WASHINGTON (Reuters) - A top Freddie Mac FMCC.OB executive received notice the government may file charges against him for allegedly violating securities laws in the years leading up to the housing bust, according to a regulatory filing released on Thursday.
Executive Vice President Don Bisenius received a “wells notice” from the Securities and Exchange Commission that the agency is considering filing an enforcement action against him for possibly violating federal securities laws and related rules in 2007 and 2008.
The revelation comes just days after a former Freddie Mac chief financial officer Anthony Piszel also received a similar warning from the SEC. Piszel, who was the mortgage giant’s CFO between 2006 and 2008, was forced to resign earlier this month from CoreLogic Inc (CLGX.N), where he was working as the company’s chief financial officer.
Freddie Mac and sister entity Fannie Mae FNMA.OB have both been under investigation since September 2008 for their role in the mortgage crisis.
The government-controlled entities have been subpoenaed for documents as part of a federal grand jury into their accounting. The SEC and the Federal Bureau of Investigation have also been probing the companies for possible corporate fraud.
“Management has determined that, as of the date of this filing, we have ineffective disclosure controls and procedures and a material weakness in our internal control over financial reporting,” Fannie Mae said in a separate filing, also released on Thursday.

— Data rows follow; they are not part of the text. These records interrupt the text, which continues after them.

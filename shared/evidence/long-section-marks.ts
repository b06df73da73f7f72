import { longSection } from '../assessment/long-section.ts';
import { assessmentRules } from '../assessment/run-inputs.ts';
import { settlementBracket } from '../assessment/settlement-bracket.ts';
import { planDistance } from '../geometry/plan-distance.ts';
import { chainageWords } from '../presentation/chainage-words.ts';
import { niceTicks } from '../presentation/nice-ticks.ts';
import { oneUnderTheOther, type DrawnSections, type SectionRoom } from './drawn-sections.ts';
import type { LineOnGround } from './line-on-ground.ts';
import { lineMark, type Mark, type Spot, type Stroke } from './marks.ts';
import type { PlanMaterial } from './plan-material.ts';
import { ABOVE, sectionHeight, type PlannedSection, type Stretch } from './planned-sections.ts';
import {
  lengthAxis,
  levelAxis,
  sectionPanel,
  troughMarks,
  type SectionPanel,
} from './section-panel.ts';
import type { AboutSheets } from './sheet.ts';
import { standingMarks, standingOn, type Standing } from './standing-marks.ts';

const LINES: readonly (readonly ['crown' | 'axis' | 'invert', string, Stroke])[] = [
  ['crown', 'Crown', { ink: 'ink', width: 0.3 }],
  ['axis', 'Axis', { ink: 'ink', width: 0.25, dash: [4, 1, 0.8, 1] }],
  ['invert', 'Invert', { ink: 'ink', width: 0.3 }],
];

function levelAt(
  rows: ReturnType<typeof longSection>,
  name: 'crown' | 'axis' | 'invert',
  chainage: number,
): number {
  const after = rows.findIndex((row) => row.chainage >= chainage);
  const [before, next] = [
    rows[Math.max(0, after - 1)],
    rows[after === -1 ? rows.length - 1 : after],
  ];
  if (before === undefined || next === undefined) return 0;
  const long = next.chainage - before.chainage;
  const share = long > 0 ? (chainage - before.chainage) / long : 0;
  return before[name] + share * (next[name] - before[name]);
}

function driveLines(panel: SectionPanel, { from, to }: Stretch, about: AboutSheets): Mark[] {
  const rows = longSection(about.run.design);
  const stations = [
    from,
    ...rows.map(({ chainage }) => chainage).filter((one) => one > from && one < to),
    to,
  ];
  return LINES.flatMap(([name, words, stroke]): Mark[] => {
    const line = stations.map((one): Spot => [panel.x(one), panel.y(levelAt(rows, name, one))]);
    const [x, y] = line[0] ?? [0, 0];
    return [lineMark(line, stroke), { kind: 'words', words, at: [x + 2, y - 1], size: 7 }];
  });
}

/** What stands right over the line, part by part of it. */
function standingAlong(
  line: LineOnGround,
  { from, to }: Stretch,
  { buildings }: PlanMaterial,
): Standing[] {
  const points = line.between(from, to);
  let passed = from;
  return points.slice(1).flatMap((end, k) => {
    const start = points[k] ?? end;
    const length = planDistance(start, end);
    const direction = [(end[0] - start[0]) / length, (end[1] - start[1]) / length] as const;
    const found = length > 0 ? standingOn(buildings, { start, direction, length }, passed) : [];
    passed += length;
    return found;
  });
}

/** Points of the trough along a stretch on paper lie so far apart, in mm. */
const APART = 1.5;

type SettlementAt = ReturnType<typeof settlementBracket>;

function settlements(
  panel: SectionPanel,
  line: LineOnGround,
  { from, to }: Stretch,
  bracket: SettlementAt,
) {
  const count = Math.max(2, Math.ceil((panel.right - panel.left) / APART));
  return Array.from({ length: count + 1 }, (_, k) => {
    const distance = from + (k * (to - from)) / count;
    return { distance, settlement: bracket.at(line.pointAt(distance)) };
  });
}

function stretchMarks(
  { panel, stretch, depth }: { panel: SectionPanel; stretch: Stretch; depth: number },
  { line, about, material, measure }: SectionRoom,
  bracket: SettlementAt,
): DrawnSections {
  const { from, to } = stretch;
  const ticks = niceTicks(from, to, Math.max(2, Math.floor((panel.right - panel.left) / 40)));
  const words = `Long section from ${chainageWords(from)} to ${chainageWords(to)}`;
  const title: Spot = [panel.left, panel.ground - ABOVE + 5];
  const standing = standingMarks(panel, standingAlong(line, stretch, material), measure);
  return {
    marks: [
      { kind: 'words', words, at: title, size: 9, isStrong: true },
      ...levelAxis(panel, about.run.design.groundLevel, depth),
      ...lengthAxis(panel, ticks, chainageWords),
      ...troughMarks(panel, settlements(panel, line, stretch, bracket)),
      ...standing.marks,
      ...driveLines(panel, stretch, about),
    ],
    unnamed: standing.unnamed.map((one) => ({
      reference: one.building.reference,
      where: `${chainageWords(one.from)} to ${chainageWords(one.to)}`,
    })),
  };
}

/**
 * Stretches of the long section, one under the other: ground, drives with their levels, settlement of the surface
 * over the line, and what stands right over it.
 *
 * Units: mm. Valid: stretches of that line. Source: as `settlementBracket`.
 */
export function longSectionMarks(
  { left, top }: { readonly left: number; readonly top: number },
  planned: Extract<PlannedSection, { kind: 'long section' }>,
  room: SectionRoom,
): DrawnSections {
  const { design, rules } = room.about.run;
  const { groundLevel } = design;
  const bracket = settlementBracket(design, assessmentRules(rules));
  const { depth } = planned;
  const each = sectionHeight(planned);
  const drawn = planned.stretches.map((stretch, k) => {
    const at = { left, top: top + k * each };
    const panel = sectionPanel(at, planned, { ...stretch, groundLevel, depth });
    return stretchMarks({ panel, stretch, depth }, room, bracket);
  });
  return oneUnderTheOther(drawn);
}
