import { useQuery } from '@tanstack/react-query';
import { fireEvent, screen, waitFor, within } from '@testing-library/react';
import { describe, expect, it, vi } from 'vitest';
import { alignmentsQuery } from '../../../../src/features/alignments/api/list-alignments.ts';
import { GiveUpLine } from '../../../../src/features/alignments/components/give-up-line.tsx';
import { OptionEditorPanel } from '../../../../src/features/alignments/components/option-editor-panel.tsx';
import { useLineKeys } from '../../../../src/features/alignments/hooks/use-line-keys.ts';
import { useOptionEditor } from '../../../../src/features/alignments/hooks/use-option-editor.ts';
import type { AlignmentAnswer } from '../../../../shared/schemas/alignments.ts';
import { anId } from '../../../support/answers.ts';
import { axeFaults } from '../../../support/axe-faults.ts';
import { aDesign } from '../../../support/designs.ts';
import { fakeApi, Refusal } from '../../../support/fake-api.ts';
import { renderPage } from '../../../support/render-page.tsx';

const LIST = `/api/schemes/${anId(10)}/alignments`;
const OPTION: AlignmentAnswer = {
  id: anId(50),
  name: 'A',
  version: 1,
  design: aDesign(),
  shafts: [],
  length: 1000,
  changedAt: '2026-12-01T10:00:00.000Z',
  changedBy: 'Ada',
};

type DeskProps = { readonly onSaved: (saved: AlignmentAnswer) => void };

function Desk({ onSaved }: DeskProps) {
  const { data = [] } = useQuery(alignmentsQuery(anId(10)));
  const editor = useOptionEditor(anId(10), data, onSaved);
  const [first = null] = data;
  useLineKeys(editor, editor.isEditing ? null : () => { editor.begin(first, null); }); // prettier-ignore
  return (
    <main>
      <h1>Plan</h1>
      <GiveUpLine editor={editor} />
      {editor.isEditing && <OptionEditorPanel editor={editor} fault={null} />}
      {!editor.isEditing && <p>{data.length} options</p>}
    </main>
  );
}

async function openEditor(options: AlignmentAnswer[], answers: Readonly<Record<string, unknown>>) {
  const onSaved = vi.fn();
  let listed = options;
  const { calls } = fakeApi({
    'GET /api/session': undefined,
    [`GET ${LIST}`]: () => listed,
    ...answers,
  });
  renderPage(<Desk onSaved={onSaved} />);
  await screen.findByText(`${options.length} options`);
  press('a');
  return {
    ...{ calls, onSaved },
    list: (next: AlignmentAnswer[]) => {
      listed = next;
    },
  };
}

function press(key: string, more: KeyboardEventInit = {}): void {
  fireEvent.keyDown(document.body, { key, ...more });
}

function write(label: string | RegExp, value: string): void {
  fireEvent.change(screen.getByLabelText(label), { target: { value } });
}

function addPoint(east: string, north: string): void {
  write('Easting', east);
  write('Northing', north);
  fireEvent.click(screen.getByRole('button', { name: 'Add point' }));
}

function save(): void {
  fireEvent.click(screen.getByRole('button', { name: 'Save' }));
}

describe('a new option', () => {
  it('is drawn in figures, undone, ended, and told what is missing at its fields', async () => {
    const { calls } = await openEditor([], {});
    await screen.findByRole('heading', { name: 'New option' });
    addPoint('0', '0');
    addPoint('100', '0');
    addPoint('200', '50');
    expect(screen.getByLabelText('Point 3, northing')).toBeTruthy();
    press('z', { ctrlKey: true });
    expect(screen.queryByLabelText('Point 3, northing')).toBeNull();
    press('Z', { ctrlKey: true, shiftKey: true });
    expect(screen.getByLabelText('Point 3, northing')).toBeTruthy();
    press('Backspace');
    press('Enter');
    expect(screen.getByRole('button', { name: 'Draw on from the end' })).toBeTruthy();
    save();
    await screen.findByText('Give the option a name.');
    expect(screen.getByLabelText(/^Diameter/).getAttribute('aria-invalid')).toBe('true');
    expect(screen.getByLabelText('Level 1, m').getAttribute('aria-invalid')).toBe('true');
    expect(await axeFaults()).toEqual([]);
    expect(calls.filter(({ route }) => route.startsWith('POST'))).toEqual([]);
  });
});

describe('an option that is there', () => {
  it('is given shafts, each with its source, which are sent beside its design', async () => {
    const { calls, onSaved } = await openEditor([OPTION], {
      [`PATCH ${LIST}/${OPTION.id}`]: { ...OPTION, version: 2 },
    });
    fireEvent.click(await screen.findByRole('button', { name: 'Add a shaft' }));
    write('Name of shaft 1', 'East shaft');
    write('Easting of shaft 1, m', '600');
    save();
    await screen.findByText('Say where this comes from.');
    expect(screen.getByLabelText('Northing of shaft 1, m').getAttribute('aria-invalid')).toBe(
      'true',
    );
    expect(await axeFaults()).toEqual([]);
    write('Northing of shaft 1, m', '5.5');
    write('Source of shaft 1', 'Drawing 12');
    save();
    await waitFor(() => {
      expect(onSaved).toHaveBeenCalled();
    });
    expect(calls.find(({ route }) => route.startsWith('PATCH'))?.body).toMatchObject({
      ...{ version: 1, design: OPTION.design },
      shafts: [{ name: 'East shaft', east: 600, north: 5.5, source: 'Drawing 12' }],
    });
  });

  it('is changed on top of the version that was seen, volume losses in %', async () => {
    const { calls, onSaved } = await openEditor([OPTION], {
      [`PATCH ${LIST}/${OPTION.id}`]: { ...OPTION, version: 2 },
    });
    await screen.findByRole('heading', { name: 'Edit A' });
    const losses = screen.getByRole('group', { name: /^Volume loss/ });
    fireEvent.change(within(losses).getByLabelText('High'), { target: { value: '2,1' } });
    save();
    await waitFor(() => {
      expect(onSaved).toHaveBeenCalledTimes(1);
    });
    const sent = calls.find(({ route }) => route.startsWith('PATCH'));
    const volumeLoss = { low: 0.015, central: 0.015, high: 0.021 };
    expect(sent?.body).toEqual({
      version: 1,
      name: 'A',
      design: { ...OPTION.design, volumeLoss },
      shafts: [],
    });
  });

  it('is told a name that is taken at its field', async () => {
    const message = 'Another option has this name.';
    await openEditor([OPTION], {
      [`PATCH ${LIST}/${OPTION.id}`]: new Refusal(422, 'invalid-input', 'Mend it.', [
        { path: 'name', message },
      ]),
    });
    write('Name', 'B');
    save();
    await screen.findByText(message);
  });

  it('shows what somebody else changed, and keeps mine on top of it', async () => {
    const theirs = { ...OPTION, version: 2, changedBy: 'Bo', design: aDesign({ diameter: 7 }) };
    let seen = 0;
    const { calls, list, onSaved } = await openEditor([OPTION], {
      [`PATCH ${LIST}/${OPTION.id}`]: () => {
        seen += 1;
        return seen === 1 ? new Refusal(409, 'conflict', 'Changed meanwhile.') : theirs;
      },
    });
    list([theirs]);
    write('Ground level, m', '4');
    save();
    await screen.findByText(/^Bo changed A meanwhile/);
    fireEvent.click(screen.getByRole('button', { name: 'See their change' }));
    const row = within(screen.getByRole('table', { name: 'Their change' })).getByRole('row', {
      name: /Diameter/,
    });
    expect(row.textContent).toBe('Diameter6 m7 m');
    expect(await axeFaults()).toEqual([]);
    fireEvent.click(screen.getByRole('button', { name: 'Keep mine on top of it' }));
    save();
    await waitFor(() => {
      expect(onSaved).toHaveBeenCalledTimes(1);
    });
    const sent = calls.filter(({ route }) => route.startsWith('PATCH')).at(-1);
    expect(sent?.body).toEqual({
      version: 2,
      name: 'A',
      design: { ...theirs.design, groundLevel: 4 },
      shafts: [],
    });
  });

  it('asks before what was changed is given up', async () => {
    await openEditor([OPTION], {});
    press('Escape');
    await screen.findByText('1 options');
    press('a');
    write('Name', 'B');
    press('Escape');
    fireEvent.click(await screen.findByRole('button', { name: 'Give it up' }));
    await screen.findByText('1 options');
  });
});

Freddie Mac also said it would need another $500 million from taxpayers after reporting its sixth straight quarterly loss, though it would pay more than three times that amount back to the government in interest on money already borrowed from the government.
Fannie Mae, the largest provider of U.S. residential mortgage funds, said in its filing it would need an additional $2.6 billion from the Treasury Department but would pay an almost equal amount back to taxpayers.
The U.S. Treasury took control of Freddie Mac and Fannie Mae at the height of the financial crisis in September 2008 as losses mounted from mortgages gone bad.
Under their takeover terms, the companies must make a 10 percent dividend payment on the government loans, much as credit card borrowers must make minimum monthly repayments.
Fannie Mae said it lost $2.1 billion in the final three months of last year. The fourth-quarter loss, about $0.37 per share, includes a $2.2 billion dividend payment the company paid to the government.
Smaller Freddie Mac reported a loss of $113 million in the fourth quarter, a tiny fraction of the double digit billions the firm lost in the quarters immediately after the government seized it more than two years ago.
The fourth-quarter loss, about $0.53 per share, includes a $1.6 billion dividend payment Freddie Mac paid to the government.
The two firms are now on the hook for about $134 billion in combined taxpayer aid, excluding dividend payments.
As a result of Freddie Mac’s small draw and large repayment, the latest $3.1 billion combined request for new cash is smaller for the first time than the $3.8 billion combined interest payment required.
The plan to put them into conservatorship was meant to be temporary, though it is likely to be years before a long-term replacement structure takes shape.